A team trains a k-nearest neighbors classifier on 500 medical records with 5 features, achieving 82% test accuracy. They add 300 additional measured features to the same 500 records and retrain, achieving 99% training accuracy but 68% test accuracy. What is the most likely explanation?
AThe 300 new features are noisy and should have been normalized before training
Bk-NN requires recalibrating k when the number of features changes, and the team used the wrong k
CIn high-dimensional space the data is too sparse for meaningful distance comparisons, and the model exploits spurious patterns — a manifestation of the curse of dimensionality
D500 records is a large enough dataset for any number of features; the problem is overfitting due to wrong hyperparameters
With 500 examples and 305 features, the data is extremely sparse in the feature space. Distances between points become nearly meaningless (all points appear equidistant), so k-NN's core assumption — that nearby points are similar — breaks down. The high training accuracy (99%) with poor test accuracy (68%) is the signature of exploiting spurious high-dimensional patterns. More features require exponentially more data to maintain the same density, and 500 examples is nowhere near enough for 305 dimensions.
Question 2 Multiple Choice
As the number of dimensions in a dataset increases, what happens to the ratio of nearest-neighbor distance to farthest-neighbor distance from a reference point?
AThe ratio increases — nearest neighbors get much closer relative to farthest neighbors
BThe ratio stays constant — distances scale uniformly in all directions
CThe ratio approaches 1 — all points become approximately equidistant from the reference
DThe ratio approaches 0 — the farthest neighbors become infinitely distant
This is perhaps the most counterintuitive consequence of the curse of dimensionality. As dimensions increase, the variance in distances between all pairs of points decreases relative to the mean distance, so all points cluster around the same expected distance from any reference. When nearest and farthest distances are nearly equal, 'nearest neighbor' is essentially random — there is no meaningful neighborhood structure. This breaks any algorithm that relies on locality or proximity, including k-NN, clustering, and kernel methods.
Question 3 True / False
Adding more features to a machine learning model with a fixed training set usually improves or maintains test accuracy, since additional features provide the model with more information.
TTrue
FFalse
Answer: False
False — this is the core misconception that the curse of dimensionality refutes.
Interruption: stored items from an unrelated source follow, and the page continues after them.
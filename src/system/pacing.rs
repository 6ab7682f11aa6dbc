//! Time as a person can see and drag it: three scales that map an age to a share of the width.
//!
//! Linear and logarithmic scales are what they say. The paced scale gives every visible change a
//! similar width: its coordinate is the length of the star's path,
//! s(t) = ∫ √((d lg L)² + (4 d lg T)² + (w d lg t)² + (u dt/t₀)²), t₀ the length of the shining life before
//! a remnant is left, squeezed so that no phase of life takes less than [`LEAST_SHARE`] or more than [`LARGEST_SHARE`] of the width. Our own choice.

use super::history::History;
use crate::physics::star::{PhaseSpan, StarState};

/// Least share of the width that a phase of life gets on the paced scale.
pub const LEAST_SHARE: f64 = 0.04;
/// Largest share of the width that a phase of life gets on the paced scale, when there are three or more.
pub const LARGEST_SHARE: f64 = 0.40;
/// Weight of a decade of time against a decade of luminosity: quiet ages keep some width.
const TIME_WEIGHT: f64 = 0.35;
/// Weight of the share of the shining life: long quiet ages, in which planets have their history, keep room.
const LIFE_WEIGHT: f64 = 8.0;
/// Decades of time that the logarithmic scale shows.
const LOG_DECADES: f64 = 5.0;
/// No single step counts for more than this, so that a collapse takes no width.
const LARGEST_STEP: f64 = 0.25;

/// How time is laid out.
#[derive(Clone, Copy, Debug, Default, PartialEq, Eq, Hash)]
pub enum TimeScale {
    /// Every visible change gets a similar width.
    #[default]
    Paced,
    /// Equal ratios of age get equal widths.
    Log,
    /// Equal spans of time get equal widths.
    Linear,
}

impl TimeScale {
    /// Every scale, in the order they are offered.
    pub const ALL: [Self; 3] = [Self::Paced, Self::Log, Self::Linear];

    /// Stable machine name.
    #[must_use]
    pub fn key(self) -> &'static str {
        match self {
            Self::Paced => "paced",
            Self::Log => "log",
            Self::Linear => "linear",
        }
    }

    /// Finds a scale by its machine name.
    #[must_use]
    pub fn from_key(key: &str) -> Option<Self> {
        Self::ALL.into_iter().find(|scale| scale.key() == key)
    }
}

/// A monotone map between age and share of the width, 0 to 1.
#[derive(Clone, Debug, PartialEq)]
pub struct TimeAxis {
    scale: TimeScale,
    from_yr: f64,
    to_yr: f64,
    /// Age and fraction, both rising; used by the paced scale only.
    knots: Vec<(f64, f64)>,
}

impl TimeAxis {
    /// The axis of a history from birth to the end of what is shown.
    #[must_use]
    pub fn new(history: &History, scale: TimeScale) -> Self {
        Self::between(history, scale, 0.0, history.shown_until_yr())
    }

    /// The axis of a part of a history. A reversed or empty span is widened to a year.
    #[must_use]
    pub fn between(history: &History, scale: TimeScale, from_yr: f64, to_yr: f64) -> Self {
        let to_yr = to_yr.max(from_yr + 1.0);
        let from_yr = match scale {
            TimeScale::Log if from_yr <= 0.0 => to_yr * 10_f64.powf(-LOG_DECADES),
            _ => from_yr.max(0.0),
        };
        let knots = if scale == TimeScale::Paced { paced_knots(history, from_yr, to_yr) } else { Vec::new() };
        Self { scale, from_yr, to_yr, knots }
    }

    /// The scale of this axis.
    #[must_use]
    pub fn scale(&self) -> TimeScale {
        self.scale
    }

    /// The age at the left end, yr. The logarithmic scale cannot show birth and starts a little later.
    #[must_use]
    pub fn from_yr(&self) -> f64 {
        self.from_yr
    }

    /// The age at the right end, yr.
    #[must_use]
    pub fn to_yr(&self) -> f64 {
        self.to_yr
    }

    /// The place of an age, 0 at the left end, 1 at the right; ages beyond the ends stay at the ends.
    #[must_use]
    pub fn fraction_at(&self, age_yr: f64) -> f64 {
        let age_yr = age_yr.clamp(self.from_yr, self.to_yr);
        match self.scale {
            TimeScale::Linear => (age_yr - self.from_yr) / (self.to_yr - self.from_yr),
            TimeScale::Log => (age_yr / self.from_yr).ln() / (self.to_yr / self.from_yr).ln(),
            TimeScale::Paced => interpolate(&self.knots, age_yr, |knot| knot.0, |knot| knot.1),
        }
    }

    /// The age at a place, yr; places beyond the ends give the ends.
    #[must_use]
    pub fn age_at(&self, fraction: f64) -> f64 {
        let fraction = if fraction.is_nan() { 0.0 } else { fraction.clamp(0.0, 1.0) };
        let age_yr = match self.scale {
            TimeScale::Linear => self.from_yr + fraction * (self.to_yr - self.from_yr),
            TimeScale::Log => self.from_yr * (self.to_yr / self.from_yr).powf(fraction),
            TimeScale::Paced => interpolate(&self.knots, fraction, |knot| knot.1, |knot| knot.0),
        };
        age_yr.clamp(self.from_yr, self.to_yr)
    }
}

/// Piecewise linear reading of rising knots.
fn interpolate(
    knots: &[(f64, f64)],
    x: f64,
    from: impl Fn(&(f64, f64)) -> f64,
    to: impl Fn(&(f64, f64)) -> f64,
) -> f64 {
    let after = knots.partition_point(|knot| from(knot) <= x);
    match (after.checked_sub(1).and_then(|before| knots.get(before)), knots.get(after)) {
        (Some(before), Some(next)) => {
            let share = (x - from(before)) / (from(next) - from(before));
            to(before) + share * (to(next) - to(before))
        }
        (Some(end), None) | (None, Some(end)) => to(end),
        (None, None) => 0.0,
    }
}

fn paced_knots(history: &History, from_yr: f64, to_yr: f64) -> Vec<(f64, f64)> {
    let ages = sample_ages(history, from_yr, to_yr);
    let states: Vec<StarState> = ages.iter().map(|age_yr| history.star_at(*age_yr)).collect();
    // The offset makes lg t harmless at birth; a hundredth of the first phase is early enough to matter to nobody.
    let first_phase_yr = history.spans().first().map_or(to_yr, |span| span.to_yr - span.from_yr);
    let offset_yr = 0.01 * first_phase_yr.min(to_yr);
    let shining_yr = history.spans().iter().find(|span| span.phase.is_remnant()).map_or(to_yr, |span| span.from_yr);
    let steps: Vec<f64> = (1..ages.len())
        .map(|index| {
            let decades = ((ages[index] + offset_yr) / (ages[index - 1] + offset_yr)).log10();
            let shining = (ages[index].min(shining_yr) - ages[index - 1].min(shining_yr)) / shining_yr;
            let pace = (TIME_WEIGHT * decades).hypot(LIFE_WEIGHT * shining);
            path_length(&states[index - 1], &states[index]).hypot(pace)
        })
        .collect();
    let widths = bounded_widths(history.spans(), &ages, &steps);
    let mut knots = Vec::with_capacity(ages.len());
    let mut fraction = 0.0;
    knots.push((ages[0], 0.0));
    for (index, width) in widths.iter().enumerate() {
        fraction += width;
        let last = knots.last().copied().unwrap_or((0.0, 0.0));
        // Both coordinates must rise, or the way back from a place to an age is lost.
        if ages[index + 1] > last.0 && fraction > last.1 {
            knots.push((ages[index + 1], fraction));
        }
    }
    let total = knots.last().map_or(1.0, |knot| knot.1);
    for knot in &mut knots {
        knot.1 /= total;
    }
    knots
}

fn path_length(before: &StarState, after: &StarState) -> f64 {
    if before.phase.is_dark() || after.phase.is_dark() {
        return 0.0;
    }
    let decades = |from: f64, to: f64| if from > 0.0 && to > 0.0 { (to / from).log10() } else { 0.0 };
    let luminosity = decades(before.luminosity_lsun, after.luminosity_lsun);
    let temperature = 4.0 * decades(before.effective_temperature_k, after.effective_temperature_k);
    luminosity.hypot(temperature).min(LARGEST_STEP)
}

/// Ages at which the path is measured: the star's nodes, the ends, and fill-ins where nodes are far apart.
fn sample_ages(history: &History, from_yr: f64, to_yr: f64) -> Vec<f64> {
    let mut coarse = vec![from_yr];
    coarse.extend(history.life().node_ages_yr().iter().copied().filter(|age_yr| *age_yr > from_yr && *age_yr < to_yr));
    coarse.push(to_yr);
    coarse.dedup();
    let largest_gap_yr = (to_yr - from_yr) / 400.0;
    let mut ages = Vec::with_capacity(2 * coarse.len());
    for pair in coarse.windows(2) {
        ages.push(pair[0]);
        let gap_yr = pair[1] - pair[0];
        // A step is small enough when it is short against the whole or against its own age.
        let pieces = (gap_yr / largest_gap_yr.min(0.1 * pair[1])).ceil().clamp(1.0, 64.0);
        let ratio = pair[1] / pair[0];
        for piece in 1..pieces as u32 {
            let share = f64::from(piece) / pieces;
            let age_yr =
                if pair[0] > 0.0 && ratio > 1.5 { pair[0] * ratio.powf(share) } else { pair[0] + share * gap_yr };
            ages.push(age_yr);
        }
    }
    ages.push(to_yr);
    ages
}

/// Rescales steps so that every phase's share of the width stays within its bounds.
fn bounded_widths(spans: &[PhaseSpan], ages: &[f64], steps: &[f64]) -> Vec<f64> {
    let phase_of = |index: usize| {
        let middle_yr = 0.5 * (ages[index] + ages[index + 1]);
        spans.partition_point(|span| span.to_yr <= middle_yr).min(spans.len().saturating_sub(1))
    };
    let phases: Vec<usize> = (0..steps.len()).map(phase_of).collect();
    let mut shares = vec![0.0; spans.len().max(1)];
    for (step, phase) in steps.iter().zip(&phases) {
        shares[*phase] += step;
    }
    let totals = shares.clone();
    bound_shares(&mut shares);
    steps.iter().zip(&phases).map(|(step, phase)| step * shares[*phase] / totals[*phase]).collect()
}

/// Brings shares to a sum of one with every present one within the bounds, keeping the free ones in proportion.
fn bound_shares(shares: &mut [f64]) {
    let present: Vec<usize> = (0..shares.len()).filter(|index| shares[*index] > 0.0).collect();
    let count = present.len() as f64;
    let least = LEAST_SHARE.min(0.5 / count);
    let largest = LARGEST_SHARE.max(1.2 / count).min(1.0);
    let natural = shares.to_vec();
    // The common scale of the free shares is the one root of a rising function: halve for it.
    let sum_at = |scale: f64| present.iter().map(|index| (natural[*index] * scale).clamp(least, largest)).sum::<f64>();
    let smallest = present.iter().map(|index| natural[*index]).fold(f64::INFINITY, f64::min);
    let (mut low, mut high) = (0.0, largest / smallest);
    for _ in 0..200 {
        let middle = 0.5 * (low + high);
        if sum_at(middle) < 1.0 { low = middle } else { high = middle }
    }
    for index in present {
        shares[index] = (natural[index] * high).clamp(least, largest);
    }
}

#[cfg(test)]
mod tests {
    use super::*;

    #[test]
    fn shares_keep_their_bounds_and_sum_to_one() {
        for natural in [vec![1.0], vec![1.0, 100.0], vec![5.0, 0.01, 0.2, 80.0, 3.0, 0.0, 0.001]] {
            let mut shares = natural.clone();
            bound_shares(&mut shares);
            let sum: f64 = shares.iter().sum();
            assert!((sum - 1.0).abs() < 1e-9, "{natural:?}: {shares:?}");
            if natural.len() > 3 {
                assert!(
                    shares.iter().all(|share| *share == 0.0 || (LEAST_SHARE..=LARGEST_SHARE + 1e-9).contains(share))
                );
            }
        }
    }

    #[test]
    fn knots_are_read_both_ways() {
        let knots = [(0.0, 0.0), (10.0, 0.25), (40.0, 1.0)];
        let fraction = interpolate(&knots, 25.0, |knot| knot.0, |knot| knot.1);
        assert!((fraction - 0.625).abs() < 1e-12);
        assert!((interpolate(&knots, fraction, |knot| knot.1, |knot| knot.0) - 25.0).abs() < 1e-12);
    }
}
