//! Between which dates the turning points of a star's life fall, as far as its clock is known.

use super::date_band::DateBand;
use super::history::History;
use crate::physics::star::WholeLife;

/// How far lifetimes of the fits are from those of the models they were made from, as a share. Hurley, Pols & Tout 2000.
const FIT_CLOCK: f64 = 0.05;
/// How far lifetimes of computed red dwarfs are from other calculations with surfaces of today, as a share: the spread
/// that comes with opacities and convection, found by varying them.
const RED_DWARF_CLOCK: f64 = 0.10;
/// How far ages of cooling white dwarfs differ between published calculations, as a share: those with carbon cores while
/// their sequences last (Bédard et al. 2020), and those left by red dwarfs.
const COOLING_CLOCK: f64 = 0.10;
const RED_DWARF_COOLING_CLOCK: f64 = 0.25;

/// The dates between which something in the star's own life falls: its age is known within a share of it, that of a
/// white dwarf within a larger share of its cooling besides. `None` for the beginning, which is the zero of time.
pub(super) fn of_life(history: &History, time_yr: f64) -> Option<DateBand> {
    let [earliest_yr, latest_yr] = [-1.0, 1.0].map(|sign| shifted(history, time_yr, sign));
    (time_yr > 0.0).then_some(DateBand { earliest_yr: Some(earliest_yr), latest_yr: Some(latest_yr) })
}

/// A band of dates that hold for the star's life as computed, widened by what is known of its clock.
pub(super) fn widened(history: &History, band: DateBand) -> DateBand {
    DateBand {
        earliest_yr: band.earliest_yr.map(|time_yr| shifted(history, time_yr, -1.0)),
        latest_yr: band.latest_yr.map(|time_yr| shifted(history, time_yr, 1.0)),
    }
}

/// A date on a clock that runs fast (`sign` −1) or slow (1) by as much as may be.
fn shifted(history: &History, time_yr: f64, sign: f64) -> f64 {
    let mass_msun = history.system().star.mass_msun;
    let is_red_dwarf = WholeLife::needs_structure(mass_msun);
    let (share, cooling) =
        if is_red_dwarf { (RED_DWARF_CLOCK, RED_DWARF_COOLING_CLOCK) } else { (FIT_CLOCK, COOLING_CLOCK) };
    let white_dwarf = history.spans().iter().find(|span| span.phase.is_white_dwarf());
    let alive_yr = white_dwarf.map_or(time_yr, |span| span.from_yr.min(time_yr));
    alive_yr * (1.0 + sign * share) + (time_yr - alive_yr) * (1.0 + sign * cooling)
}

#[cfg(test)]
mod tests {
    use super::*;
    use crate::physics::star::StarEventKind;
    use crate::system::{Body, EventKind, StarSpecification, System};

    #[test]
    fn every_date_of_the_star_but_the_first_has_a_band_around_it() {
        let history =
            History::compute(System { star: StarSpecification::default(), planets: Vec::new() }).expect("computed");
        let mut count = 0;
        for event in history.events().iter().filter(|event| event.body == Body::Star && event.time_yr > 0.0) {
            let band = event.band.expect("a band");
            assert!(band.earliest_yr.is_none_or(|early_yr| early_yr < event.time_yr), "{event:?}");
            assert!(band.latest_yr.is_none_or(|late_yr| late_yr > event.time_yr), "{event:?}");
            count += 1;
        }
        assert!(count > 10, "{count}");
        let of = |kind| history.events().iter().find(|event| event.kind == EventKind::Star(kind)).expect("happens");
        assert_eq!(of(StarEventKind::MainSequenceStart).band, None);
        // A cooling white dwarf is dated worse than the star it was.
        let width = |kind| {
            let event = of(kind);
            let band = event.band.expect("a band");
            (band.latest_yr.expect("dated") - band.earliest_yr.expect("dated")) / event.time_yr
        };
        assert!((width(StarEventKind::MainSequenceEnd) - 2.0 * FIT_CLOCK).abs() < 1e-9);
        assert!(width(StarEventKind::BlackDwarfBirth) > 3.0 * FIT_CLOCK);
    }
}
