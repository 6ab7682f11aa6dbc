//! One planet carried along its star's life.

use super::moment::{PlanetMoment, PlanetState};
use super::specification::PlanetSpecification;
use crate::physics::planet::deep_time::InnerHeat;
use crate::physics::planet::habitable_zone::zone_place;
use crate::physics::planet::{OrbitEnd, OrbitHistory, OrbitInput, StarPoint, irradiation, orbit, transit};
use crate::physics::star::StarState;
use crate::units::constants::SOLAR_CONSTANT_W_M2;

/// Freezing point of water at 1 bar, K. Common practice.
pub const FREEZING_K: f64 = 273.15;
/// Boiling point of water at 1 bar, K. Common practice.
pub const BOILING_K: f64 = 373.15;

/// A planet with its whole orbit history.
#[derive(Debug)]
pub struct PlanetPast {
    specification: PlanetSpecification,
    /// `None` only when the walk refused its input, which checked systems never cause.
    orbit: Option<OrbitHistory>,
}

impl PlanetPast {
    /// Carries a planet along the star's nodes.
    #[must_use]
    pub fn walk(specification: PlanetSpecification, points: &[StarPoint]) -> Self {
        let input = OrbitInput {
            semi_major_axis_au: specification.semi_major_axis_au,
            eccentricity: specification.eccentricity,
            mass_mearth: specification.mass_mearth,
            radius_rearth: specification.radius_rearth,
        };
        Self { orbit: OrbitHistory::walk(&input, points).ok(), specification }
    }

    /// The planet's inputs.
    #[must_use]
    pub fn specification(&self) -> &PlanetSpecification {
        &self.specification
    }

    /// When and how the orbit ends, if it does.
    #[must_use]
    pub fn end(&self) -> Option<(f64, OrbitEnd)> {
        self.orbit.as_ref().and_then(OrbitHistory::end)
    }

    /// The planet's state at an age for the star's state at that age.
    #[must_use]
    pub fn moment(&self, time_yr: f64, star: &StarState) -> PlanetMoment {
        let axis_au = self.orbit.as_ref().and_then(|orbit| orbit.semi_major_axis_au_at(time_yr));
        let eccentricity = self.orbit.as_ref().and_then(|orbit| orbit.eccentricity_at(time_yr));
        let mut moment = PlanetMoment {
            name: self.specification.name.clone(),
            state: PlanetState::Dark,
            semi_major_axis_au: axis_au,
            eccentricity,
            period_yr: axis_au.and_then(|axis_au| {
                orbit::period_yr(axis_au, star.mass_msun, self.specification.mass_mearth).ok()
            }),
            insolation_earth: None,
            equilibrium_temperature_k: None,
            surface_temperature_k: None,
            star_angular_diameter_deg: None,
            zone: None,
        };
        match (axis_au, eccentricity, self.end()) {
            (Some(axis_au), Some(eccentricity), _) => self.light_the_planet(&mut moment, axis_au, eccentricity, star),
            (_, _, Some((_, OrbitEnd::Unbound))) => {
                moment.state = PlanetState::Unbound;
                moment.equilibrium_temperature_k = Some(0.0);
                moment.surface_temperature_k = floor_k(0.0, time_yr);
                moment.insolation_earth = Some(0.0);
            }
            _ => moment.state = PlanetState::Engulfed,
        }
        moment
    }

    fn light_the_planet(&self, moment: &mut PlanetMoment, axis_au: f64, eccentricity: f64, star: &StarState) {
        moment.star_angular_diameter_deg = transit::angular_diameter_deg(star.radius_rsun, axis_au).ok();
        if star.phase.is_dark() {
            return;
        }
        let planet = &self.specification;
        let insolation = irradiation::orbit_mean_insolation_earth(star.luminosity_lsun, axis_au, eccentricity).ok();
        moment.insolation_earth = insolation;
        moment.equilibrium_temperature_k = insolation.and_then(|insolation| {
            irradiation::equilibrium_temperature_k(
                insolation * SOLAR_CONSTANT_W_M2,
                planet.bond_albedo,
                planet.redistribution.factor(),
                planet.emissivity,
            )
            .ok()
        });
        moment.surface_temperature_k = moment
            .equilibrium_temperature_k
            .and_then(|equilibrium_k| planet.greenhouse.surface_temperature_k(equilibrium_k).ok())
            .and_then(|surface_k| floor_k(surface_k, star.age_yr));
        moment.zone = insolation.and_then(|insolation| {
            zone_place(insolation, star.effective_temperature_k, planet.mass_mearth).ok()
        });
        moment.state = match moment.surface_temperature_k {
            Some(surface_k) if surface_k < FREEZING_K => PlanetState::Frozen,
            Some(surface_k) if surface_k <= BOILING_K => PlanetState::Temperate,
            Some(_) => PlanetState::TooHot,
            None => PlanetState::Dark,
        };
    }
}

/// Adds inner heat and the cosmic background.
fn floor_k(from_star_k: f64, time_yr: f64) -> Option<f64> {
    InnerHeat::default().with_floor_k(from_star_k, time_yr).ok()
}
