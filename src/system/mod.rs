//! A whole system: its inputs, its history computed once, its state at any moment, and where
//! every figure comes from.
//!
//! Nothing here knows a file, a screen or a clock.

pub mod air;
pub mod events;
pub mod history;
pub mod limits;
pub mod moment;
pub mod notes;
pub mod pacing;
pub mod planet_past;
pub mod provenance;
pub mod quantities;
pub mod specification;
pub mod ticks;

pub use air::Air;
pub use events::{Event, EventKind};
pub use history::{History, HistoryError};
pub use moment::{Moment, PlanetMoment, PlanetState, StarMoment};
pub use notes::{Note, NoteKind};
pub use pacing::{TimeAxis, TimeScale};
pub use specification::{Body, Fault, PlanetSpecification, StarSpecification, System, SystemProblem};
As features increase, the feature space volume grows exponentially, making the fixed training set increasingly sparse. In sparse high-dimensional spaces, models can fit spurious patterns that happen by chance (overfitting), and distance-based notions of similarity break down. More features require exponentially more training data to avoid these problems; with a fixed dataset, adding features beyond a certain point actively hurts generalization.
Question 4 True / False
For distance-based algorithms like k-nearest neighbors, high dimensionality can make the 'nearest neighbor' concept meaningless because all pairwise distances between points become approximately equal.
TTrue
FFalse
Answer: True
True. This is a precise mathematical consequence of the curse of dimensionality, not just an intuition. The expected distance between random points in a unit hypercube grows with dimension, while the variance in those distances grows more slowly, causing the nearest/farthest distance ratio to approach 1. When this happens, no point is meaningfully 'closer' than any other, and the fundamental assumption of distance-based methods — that similar inputs are nearby — is violated.
Question 5 Short Answer
Why does adding features to a fixed-size dataset make it harder for a model to generalize, even if those features carry real signal?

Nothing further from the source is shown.